Print nothing except the lines of the listing below from the line with "(true, true) =>" to the line with "GF(q), n ≤ q + 1.", each exactly as written, both ends included.

-- Data supplied --
:::::
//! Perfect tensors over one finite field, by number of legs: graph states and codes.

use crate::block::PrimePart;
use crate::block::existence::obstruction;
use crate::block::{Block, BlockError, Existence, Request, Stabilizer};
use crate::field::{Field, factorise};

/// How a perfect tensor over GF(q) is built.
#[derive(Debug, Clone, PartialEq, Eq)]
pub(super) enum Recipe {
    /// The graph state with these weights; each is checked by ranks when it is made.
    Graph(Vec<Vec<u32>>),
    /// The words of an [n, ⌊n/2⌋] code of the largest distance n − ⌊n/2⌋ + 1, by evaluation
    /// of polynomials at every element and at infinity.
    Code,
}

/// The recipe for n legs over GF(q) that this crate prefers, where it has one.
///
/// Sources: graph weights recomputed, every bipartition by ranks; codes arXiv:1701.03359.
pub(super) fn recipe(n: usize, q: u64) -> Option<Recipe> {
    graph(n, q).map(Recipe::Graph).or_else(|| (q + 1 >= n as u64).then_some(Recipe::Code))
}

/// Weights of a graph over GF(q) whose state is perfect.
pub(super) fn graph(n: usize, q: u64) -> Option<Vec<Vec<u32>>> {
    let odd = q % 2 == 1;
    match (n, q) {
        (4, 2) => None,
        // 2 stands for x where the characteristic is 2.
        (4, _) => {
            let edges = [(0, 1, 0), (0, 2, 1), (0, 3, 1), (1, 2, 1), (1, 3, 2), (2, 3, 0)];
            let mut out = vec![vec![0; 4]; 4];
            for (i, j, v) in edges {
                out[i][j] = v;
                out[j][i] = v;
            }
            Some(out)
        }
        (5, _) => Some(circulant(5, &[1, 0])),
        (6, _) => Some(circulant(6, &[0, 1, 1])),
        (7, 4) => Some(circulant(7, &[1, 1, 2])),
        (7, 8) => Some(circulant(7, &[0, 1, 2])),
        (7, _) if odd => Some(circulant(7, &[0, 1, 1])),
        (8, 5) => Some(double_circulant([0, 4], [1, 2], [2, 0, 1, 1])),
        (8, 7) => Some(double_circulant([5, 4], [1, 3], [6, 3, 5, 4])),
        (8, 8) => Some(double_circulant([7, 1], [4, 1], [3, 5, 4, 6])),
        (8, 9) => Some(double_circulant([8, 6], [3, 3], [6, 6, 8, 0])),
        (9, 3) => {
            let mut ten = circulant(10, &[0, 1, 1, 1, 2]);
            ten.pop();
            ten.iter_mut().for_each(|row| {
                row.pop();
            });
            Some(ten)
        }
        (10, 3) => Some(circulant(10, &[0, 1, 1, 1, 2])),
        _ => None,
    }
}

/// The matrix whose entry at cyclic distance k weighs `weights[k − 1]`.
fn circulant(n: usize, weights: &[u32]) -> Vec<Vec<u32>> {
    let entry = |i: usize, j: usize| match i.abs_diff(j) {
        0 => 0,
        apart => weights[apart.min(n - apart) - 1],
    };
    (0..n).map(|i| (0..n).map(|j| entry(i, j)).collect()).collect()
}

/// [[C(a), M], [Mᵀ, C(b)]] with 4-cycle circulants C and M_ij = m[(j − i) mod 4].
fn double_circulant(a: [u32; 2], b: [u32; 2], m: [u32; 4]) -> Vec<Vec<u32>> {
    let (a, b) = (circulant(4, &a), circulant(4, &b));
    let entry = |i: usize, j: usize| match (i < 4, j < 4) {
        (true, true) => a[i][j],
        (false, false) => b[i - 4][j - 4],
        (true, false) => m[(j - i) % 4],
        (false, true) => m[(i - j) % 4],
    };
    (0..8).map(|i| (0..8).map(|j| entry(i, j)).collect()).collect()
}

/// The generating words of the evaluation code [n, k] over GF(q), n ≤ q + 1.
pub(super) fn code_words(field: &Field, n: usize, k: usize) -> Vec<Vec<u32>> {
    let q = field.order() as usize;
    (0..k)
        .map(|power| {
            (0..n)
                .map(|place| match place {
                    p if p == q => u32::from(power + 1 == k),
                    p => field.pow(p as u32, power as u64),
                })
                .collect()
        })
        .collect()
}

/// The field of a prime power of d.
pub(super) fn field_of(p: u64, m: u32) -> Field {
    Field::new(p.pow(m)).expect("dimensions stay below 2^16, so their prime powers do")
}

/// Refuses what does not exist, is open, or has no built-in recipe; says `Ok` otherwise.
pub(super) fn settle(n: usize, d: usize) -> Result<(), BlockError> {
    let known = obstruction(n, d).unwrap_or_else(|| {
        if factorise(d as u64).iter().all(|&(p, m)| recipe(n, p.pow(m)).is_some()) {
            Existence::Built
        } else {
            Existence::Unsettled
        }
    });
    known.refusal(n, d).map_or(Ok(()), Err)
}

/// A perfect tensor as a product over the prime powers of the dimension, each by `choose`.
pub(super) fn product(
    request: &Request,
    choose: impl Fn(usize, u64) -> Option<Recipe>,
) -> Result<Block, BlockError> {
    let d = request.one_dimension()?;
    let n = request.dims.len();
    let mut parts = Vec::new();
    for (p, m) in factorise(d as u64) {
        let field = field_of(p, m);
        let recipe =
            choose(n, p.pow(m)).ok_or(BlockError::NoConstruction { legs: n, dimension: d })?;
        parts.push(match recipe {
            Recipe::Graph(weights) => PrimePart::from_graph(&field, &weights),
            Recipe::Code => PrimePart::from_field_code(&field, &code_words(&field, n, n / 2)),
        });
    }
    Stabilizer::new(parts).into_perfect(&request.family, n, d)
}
:::::
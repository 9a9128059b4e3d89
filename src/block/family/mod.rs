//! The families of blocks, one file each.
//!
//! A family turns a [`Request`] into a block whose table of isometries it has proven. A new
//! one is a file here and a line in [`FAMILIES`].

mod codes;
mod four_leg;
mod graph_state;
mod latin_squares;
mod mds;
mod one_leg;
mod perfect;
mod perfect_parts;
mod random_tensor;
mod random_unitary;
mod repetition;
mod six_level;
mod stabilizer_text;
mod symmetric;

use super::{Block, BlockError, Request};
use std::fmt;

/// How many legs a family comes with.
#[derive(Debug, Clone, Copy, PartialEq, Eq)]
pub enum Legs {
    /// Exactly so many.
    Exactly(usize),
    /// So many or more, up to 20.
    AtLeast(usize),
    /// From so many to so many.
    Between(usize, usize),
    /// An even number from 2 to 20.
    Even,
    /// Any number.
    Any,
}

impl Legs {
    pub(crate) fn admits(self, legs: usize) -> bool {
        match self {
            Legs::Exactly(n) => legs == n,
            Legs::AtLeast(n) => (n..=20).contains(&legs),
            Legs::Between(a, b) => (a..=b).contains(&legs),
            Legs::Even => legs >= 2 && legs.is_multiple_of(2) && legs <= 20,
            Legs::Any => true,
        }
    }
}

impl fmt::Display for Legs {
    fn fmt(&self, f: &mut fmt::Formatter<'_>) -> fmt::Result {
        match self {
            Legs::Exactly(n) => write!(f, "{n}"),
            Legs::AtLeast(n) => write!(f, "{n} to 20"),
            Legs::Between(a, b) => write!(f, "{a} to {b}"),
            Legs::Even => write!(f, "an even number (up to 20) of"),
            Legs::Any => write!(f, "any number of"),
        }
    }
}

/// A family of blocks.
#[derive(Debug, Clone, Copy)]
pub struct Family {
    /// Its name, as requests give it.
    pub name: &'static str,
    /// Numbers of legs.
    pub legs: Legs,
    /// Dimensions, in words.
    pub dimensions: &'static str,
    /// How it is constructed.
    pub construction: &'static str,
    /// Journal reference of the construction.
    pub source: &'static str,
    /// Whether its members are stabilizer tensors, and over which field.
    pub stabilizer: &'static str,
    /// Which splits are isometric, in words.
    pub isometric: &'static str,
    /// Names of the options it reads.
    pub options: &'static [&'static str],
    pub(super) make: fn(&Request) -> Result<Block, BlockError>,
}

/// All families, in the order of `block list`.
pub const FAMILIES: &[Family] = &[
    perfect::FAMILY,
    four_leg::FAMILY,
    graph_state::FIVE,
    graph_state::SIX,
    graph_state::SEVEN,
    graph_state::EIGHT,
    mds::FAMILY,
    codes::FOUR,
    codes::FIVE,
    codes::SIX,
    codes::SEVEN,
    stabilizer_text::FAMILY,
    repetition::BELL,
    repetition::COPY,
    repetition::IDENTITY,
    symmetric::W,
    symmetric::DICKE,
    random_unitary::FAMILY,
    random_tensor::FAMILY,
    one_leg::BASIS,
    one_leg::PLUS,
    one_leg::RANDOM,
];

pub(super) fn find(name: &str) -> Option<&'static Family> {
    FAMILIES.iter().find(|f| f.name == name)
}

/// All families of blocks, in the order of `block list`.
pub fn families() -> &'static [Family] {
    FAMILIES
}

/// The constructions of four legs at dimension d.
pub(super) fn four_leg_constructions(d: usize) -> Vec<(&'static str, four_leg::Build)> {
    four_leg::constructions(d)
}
:::::
-- Output of the task --
        (true, true) => a[i][j],
        (false, false) => b[i - 4][j - 4],
        (true, false) => m[(j - i) % 4],
        (false, true) => m[(i - j) % 4],
    };
    (0..8).map(|i| (0..8).map(|j| entry(i, j)).collect()).collect()
}

/// The generating words of the evaluation code [n, k] over GF(q), n ≤ q + 1.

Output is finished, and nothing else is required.